TASK REQUIREMENTS
Write out every line of the data below exactly as given.

EXERCISE INPUT
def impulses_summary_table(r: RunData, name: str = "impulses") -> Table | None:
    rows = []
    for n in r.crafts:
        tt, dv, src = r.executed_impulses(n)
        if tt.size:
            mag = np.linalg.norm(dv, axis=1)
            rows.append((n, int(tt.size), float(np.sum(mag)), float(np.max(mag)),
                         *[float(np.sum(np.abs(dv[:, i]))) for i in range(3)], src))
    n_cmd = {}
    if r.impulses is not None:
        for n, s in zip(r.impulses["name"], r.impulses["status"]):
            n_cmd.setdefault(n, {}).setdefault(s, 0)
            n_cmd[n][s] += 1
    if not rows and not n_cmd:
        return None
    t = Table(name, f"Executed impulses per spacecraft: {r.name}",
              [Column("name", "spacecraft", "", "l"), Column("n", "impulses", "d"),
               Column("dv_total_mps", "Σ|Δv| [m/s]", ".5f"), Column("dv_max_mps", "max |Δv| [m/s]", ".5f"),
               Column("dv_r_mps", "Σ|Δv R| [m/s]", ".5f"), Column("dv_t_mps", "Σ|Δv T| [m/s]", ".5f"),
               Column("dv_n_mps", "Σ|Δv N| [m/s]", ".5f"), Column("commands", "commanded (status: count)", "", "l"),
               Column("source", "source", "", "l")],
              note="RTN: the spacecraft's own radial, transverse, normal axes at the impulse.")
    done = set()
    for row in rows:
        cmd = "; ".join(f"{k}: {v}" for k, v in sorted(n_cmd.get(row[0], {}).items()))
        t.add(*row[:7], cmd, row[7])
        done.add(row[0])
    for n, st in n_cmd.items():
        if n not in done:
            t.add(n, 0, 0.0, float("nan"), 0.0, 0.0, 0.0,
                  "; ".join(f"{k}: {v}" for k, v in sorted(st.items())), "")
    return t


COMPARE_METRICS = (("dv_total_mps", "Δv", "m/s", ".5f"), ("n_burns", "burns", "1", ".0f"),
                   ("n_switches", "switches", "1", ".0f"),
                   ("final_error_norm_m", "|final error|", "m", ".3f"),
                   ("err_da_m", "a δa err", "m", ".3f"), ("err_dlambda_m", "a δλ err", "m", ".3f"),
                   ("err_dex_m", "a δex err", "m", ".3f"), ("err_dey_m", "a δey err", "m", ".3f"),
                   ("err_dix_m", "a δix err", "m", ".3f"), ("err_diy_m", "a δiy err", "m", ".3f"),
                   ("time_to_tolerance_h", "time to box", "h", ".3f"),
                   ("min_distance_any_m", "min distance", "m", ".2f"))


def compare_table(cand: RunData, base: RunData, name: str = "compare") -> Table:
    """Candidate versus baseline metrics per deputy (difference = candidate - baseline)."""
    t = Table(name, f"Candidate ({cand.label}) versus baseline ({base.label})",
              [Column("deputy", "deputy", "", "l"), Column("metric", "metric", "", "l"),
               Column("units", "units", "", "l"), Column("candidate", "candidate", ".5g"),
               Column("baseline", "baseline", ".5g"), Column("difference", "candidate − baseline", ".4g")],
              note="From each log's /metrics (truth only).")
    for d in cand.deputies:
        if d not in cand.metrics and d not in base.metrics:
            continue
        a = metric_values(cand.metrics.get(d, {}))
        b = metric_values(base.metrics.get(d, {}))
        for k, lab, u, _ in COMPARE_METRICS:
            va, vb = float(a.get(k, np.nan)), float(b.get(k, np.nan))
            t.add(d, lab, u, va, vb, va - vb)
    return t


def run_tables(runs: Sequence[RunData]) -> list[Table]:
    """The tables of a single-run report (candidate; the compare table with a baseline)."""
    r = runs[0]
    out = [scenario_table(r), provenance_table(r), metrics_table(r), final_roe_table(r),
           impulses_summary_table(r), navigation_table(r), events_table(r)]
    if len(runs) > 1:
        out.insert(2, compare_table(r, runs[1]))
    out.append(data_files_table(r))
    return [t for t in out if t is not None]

YOUR SOLUTION
def impulses_summary_table(r: RunData, name: str = "impulses") -> Table | None:
    rows = []
    for n in r.crafts:
        tt, dv, src = r.executed_impulses(n)
        if tt.size:
            mag = np.linalg.norm(dv, axis=1)
            rows.append((n, int(tt.size), float(np.sum(mag)), float(np.max(mag)),
                         *[float(np.sum(np.abs(dv[:, i]))) for i in range(3)], src))
    n_cmd = {}
    if r.impulses is not None:
        for n, s in zip(r.impulses["name"], r.impulses["status"]):
            n_cmd.setdefault(n, {}).setdefault(s, 0)
            n_cmd[n][s] += 1
    if not rows and not n_cmd:
        return None
    t = Table(name, f"Executed impulses per spacecraft: {r.name}",
              [Column("name", "spacecraft", "", "l"), Column("n", "impulses", "d"),
               Column("dv_total_mps", "Σ|Δv| [m/s]", ".5f"), Column("dv_max_mps", "max |Δv| [m/s]", ".5f"),
               Column("dv_r_mps", "Σ|Δv R| [m/s]", ".5f"), Column("dv_t_mps", "Σ|Δv T| [m/s]", ".5f"),
               Column("dv_n_mps", "Σ|Δv N| [m/s]", ".5f"), Column("commands", "commanded (status: count)", "", "l"),
               Column("source", "source", "", "l")],
              note="RTN: the spacecraft's own radial, transverse, normal axes at the impulse.")
    done = set()
    for row in rows:
        cmd = "; ".join(f"{k}: {v}" for k, v in sorted(n_cmd.get(row[0], {}).items()))
        t.add(*row[:7], cmd, row[7])
        done.add(row[0])
    for n, st in n_cmd.items():
        if n not in done:
            t.add(n, 0, 0.0, float("nan"), 0.0, 0.0, 0.0,
                  "; ".join(f"{k}: {v}" for k, v in sorted(st.items())), "")
    return t


COMPARE_METRICS = (("dv_total_mps", "Δv", "m/s", ".5f"), ("n_burns", "burns", "1", ".0f"),
                   ("n_switches", "switches", "1", ".0f"),
                   ("final_error_norm_m", "|final error|", "m", ".3f"),
                   ("err_da_m", "a δa err", "m", ".3f"), ("err_dlambda_m", "a δλ err", "m", ".3f"),
                   ("err_dex_m", "a δex err", "m", ".3f"), ("err_dey_m", "a δey err", "m", ".3f"),
                   ("err_dix_m", "a δix err", "m", ".3f"), ("err_diy_m", "a δiy err", "m", ".3f"),
                   ("time_to_tolerance_h", "time to box", "h", ".3f"),
                   ("min_distance_any_m", "min distance", "m", ".2f"))


def compare_table(cand: RunData, base: RunData, name: str = "compare") -> Table:
    """Candidate versus baseline metrics per deputy (difference = candidate - baseline)."""
    t = Table(name, f"Candidate ({cand.label}) versus baseline ({base.label})",
              [Column("deputy", "deputy", "", "l"), Column("metric", "metric", "", "l"),
               Column("units", "units", "", "l"), Column("candidate", "candidate", ".5g"),
               Column("baseline", "baseline", ".5g"), Column("difference", "candidate − baseline", ".4g")],
              note="From each log's /metrics (truth only).")
    for d in cand.deputies:
        if d not in cand.metrics and d not in base.metrics:
            continue
        a = metric_values(cand.metrics.get(d, {}))
        b = metric_values(base.metrics.get(d, {}))
        for k, lab, u, _ in COMPARE_METRICS:
            va, vb = float(a.get(k, np.nan)), float(b.get(k, np.nan))
            t.add(d, lab, u, va, vb, va - vb)
    return t


def run_tables(runs: Sequence[RunData]) -> list[Table]:
    """The tables of a single-run report (candidate; the compare table with a baseline)."""
    r = runs[0]
    out = [scenario_table(r), provenance_table(r), metrics_table(r), final_roe_table(r),
           impulses_summary_table(r), navigation_table(r), events_table(r)]
    if len(runs) > 1:
        out.insert(2, compare_table(r, runs[1]))
    out.append(data_files_table(r))
    return [t for t in out if t is not None]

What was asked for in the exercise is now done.